» Oppositions, désobéissance et colères répétées, agressivité chez l’enfant, coups, blessures dégradations, fraudes et vols chez l’adolescent : ces différents comportements caractérisent le trouble des conduites ». D’autres symptômes établissent le diagnostic : » les agressions physiques, les mensonges ou les vols d’objets », ou encore « l’absentéisme, les incivilités à l’école et les situations d’échec scolaire ». « L’absence de timidité » est aussi un signe d’alerte, tout comme « la recherche de nouveauté ». Dans une étude publiée par l’Inserm, un groupe d’experts, épidémiologistes, pédopsychiatres, français et canadiens, vient de définir une nouvelle maladie : « le trouble des conduites ».
Selon eux, 5 à 9% des garçons de 15 ans en seraient atteints et 2 à 5% des filles. Mais la maladie est, selon eux, familiale : » Les facteurs empiriquement associés au trouble des conduites sont : antécédents familiaux de trouble des conduites, criminalité au sein de la famille, mère très jeune, consommation de substances psychoactives pendant la grossesse, faible poids de naissance, complications autour de la naissance… »
Aussi, recommandent-ils « un repérage des familles présentant ces facteurs de risque » et un dépistage systématique, dès 36 mois, des enfants en utilisant les bilans de santé et les examens systématiques. C’est donc sur le système de santé et sur l’école qu’ils souhaitent s’appuyer pour opérer cette campagne de dépistage qui ficherait comme « dangereux » un adolescent sur dix et sa famille. Les experts recommandent « d’informer les enseignants sur les différentes expressions comportementales du trouble des conduites et de les sensibiliser à une collaboration avec les professionnels de santé pour une intervention plus précoce auprès des enfants et adolescents « . Ils souhaitent « généraliser les interventions au sein des structures éducatives existantes (PMI, crèches, écoles…) en formant le personnel éducatif à ces méthodes de prévention (puéricultrices, éducateurs, enseignants…) ».

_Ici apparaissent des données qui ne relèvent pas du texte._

"""Shared helpers for the core tests: call the JSON boundary strictly."""

from __future__ import annotations

import json

import pytest

from tamis import api


def _refuse_constant(name):
    raise AssertionError(f"non-standard JSON constant {name} in output")


def call_api(op: str, **fields) -> dict:
    """Send ``{"schema": 1, "op": op, ...fields}`` through ``tamis.api.handle`` and
    parse the answer strictly (no NaN/Infinity allowed in the output)."""
    out = api.handle(json.dumps({"schema": 1, "op": op, "id": 1, **fields}))
    assert isinstance(out, str)
    return json.loads(out, parse_constant=_refuse_constant)


def mass_test(retained: dict, dry_mass_g: float, pan_g: float = 0.0, washed_dry_mass_g=None, **more) -> dict:
    """A masses-form test from ``{opening_mm: retained_g}``."""
    t = {"sieves": [{"opening_mm": d, "retained_g": r} for d, r in retained.items()],
         "pan_g": pan_g, "dry_mass_g": dry_mass_g}
    if washed_dry_mass_g is not None:
        t["washed_dry_mass_g"] = washed_dry_mass_g
    t.update(more)
    return t


#: Constructed example of lab-methods.md §2.9 (constructed data, not from a
#: published source): ASTM sieves 3/4 in .. No. 200, washed.
EXAMPLE_29 = mass_test({19.0: 0.0, 12.5: 45.2, 9.5: 60.1, 4.75: 180.3, 2.36: 210.4, 1.18: 230.6, 0.6: 250.2,
                        0.3: 240.5, 0.15: 160.3, 0.075: 55.8}, 1500.0, pan_g=5.1, washed_dry_mass_g=1440.0)


@pytest.fixture
def call():
    return call_api
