"""The demo project (invented scenario, ``demo_data/make_demo.py``).

Three layers:

1. The committed files are exactly what the generator writes now, and every
   record carries the demo markers the app removes the demo by.
2. The design is checked independently of tamis: percent passing is
   recomputed from the masses by hand (ASTM C136 cumulative method, on the
   oven-dry mass before washing), D-values with ``numpy.interp`` on log size,
   and the limits from the rule text. Each intended outcome must follow from
   these numbers with a clear margin, so the scenario does not hang on a
   rounding or an interpolation detail.
3. Each delivery evaluated through ``tamis.api.handle`` gets its intended
   verdict, failing for the intended check ids and passing the others the
   scenario names; the zone sequence gives the intended interface verdicts;
   the CLI tour prints what the API computed.

Rules and sources used by the independent checks (the same rules tamis
implements; see ``docs/criteria.md``):

- mass check within 0.3 % of the original dry mass: ASTM C136/C136M-14,
  laboratory checklist item 9 (read);
- percentages on the original dry mass including the washed fines: ASTM
  C136/C136M-14 checklist item 11 (read);
- regrading on 4.75 mm and base categories by A (> 85, 40-85, 15-40, < 15 %):
  USDA NRCS NEH 633 Ch. 26 (October 1994), design steps 3-4 (from memory);
- maximum D15F: category 2 0.7 mm, category 3
  ((40 - A)/25)(4 d85B - 0.7) + 0.7 mm, category 4 4 x d85B: NEH 633-26
  (1994) (from memory);
- minimum D15F: 4 x d15B before regrading, not less than 0.1 mm: NEH 633-26
  (1994) (from memory);
- fines at most 5 % passing 0.075 mm; segregation: maximum D90 20 mm for
  D10 < 0.5 mm, 25 mm for 0.5-1.0 mm, 30 mm for 1.0-2.0 mm, ...: NEH 633-26
  (1994) (from memory).
"""

from __future__ import annotations

import importlib.util
import io
import json
import math
import re
import uuid
from contextlib import redirect_stdout
from pathlib import Path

Il y a quelques mois le rapport Bénisti avait soulevé un tollé en demandant le dépistage précoce dès trois ans des « déviants ». En termes médicaux c’est exactement la même logique qui est à l’oeuvre dans ce rapport de l’Inserm. Comme lui, il analyse des faits sociaux comme des symptômes maladifs et n’hésite pas à envisager le fichage et le « suivi » d’un dixième de la population. On retrouve là l’influence d’une école nord-américaine, hostile à la psychologie, qui vise le dépistage des déviants et du gène de la déviance. Une perspective qui fait vraiment froid dans le dos.
Interrogé dans Le Monde, le pédopsychiatre Pierre Delion juge sévèrement ce rapport. » Je ne suis pas du tout adepte de ce genre de concepts. Le trouble des conduites implique une référence à une bonne conduite et à une mauvaise conduite. Cette notion moralise donc le débat là où, au contraire, il faudrait accepter la diversité de tous les parents et de leurs enfants… Que l’on puisse, dans certains cas, appeler cela des troubles des conduites, je ne suis pas contre, mais ce qui compte le plus c’est de dire à cet enfant que son appel a été entendu. A ce moment-là, l’important n’est pas de faire un dépistage systématique, de type Big Brother, mais de rendre possible, pour les parents, la rencontre avec des professionnels, pour accueillir cette souffrance de l’enfant et éventuellement la traiter ». Et il alerte les enseignants : » parler de souffrance psychique en ces termes peut avoir des effets délétères. Les enseignants, par exemple, se sont déjà emparés de ces catégories. Nous voyons très souvent des parents envoyés par des instituteurs qui « diagnostiquent » des troubles de type hyperactivité et déficit de l’attention. Ces notions ont envahi la société dans son ensemble, bien au-delà du milieu médical. Les parents arrivent maintenant en consultation avec une question : « Quel traitement médicamenteux prescrivez-vous pour notre enfant ? » On voit bien, en arrière-plan, se profiler les intérêts économiques des firmes pharmaceutiques ».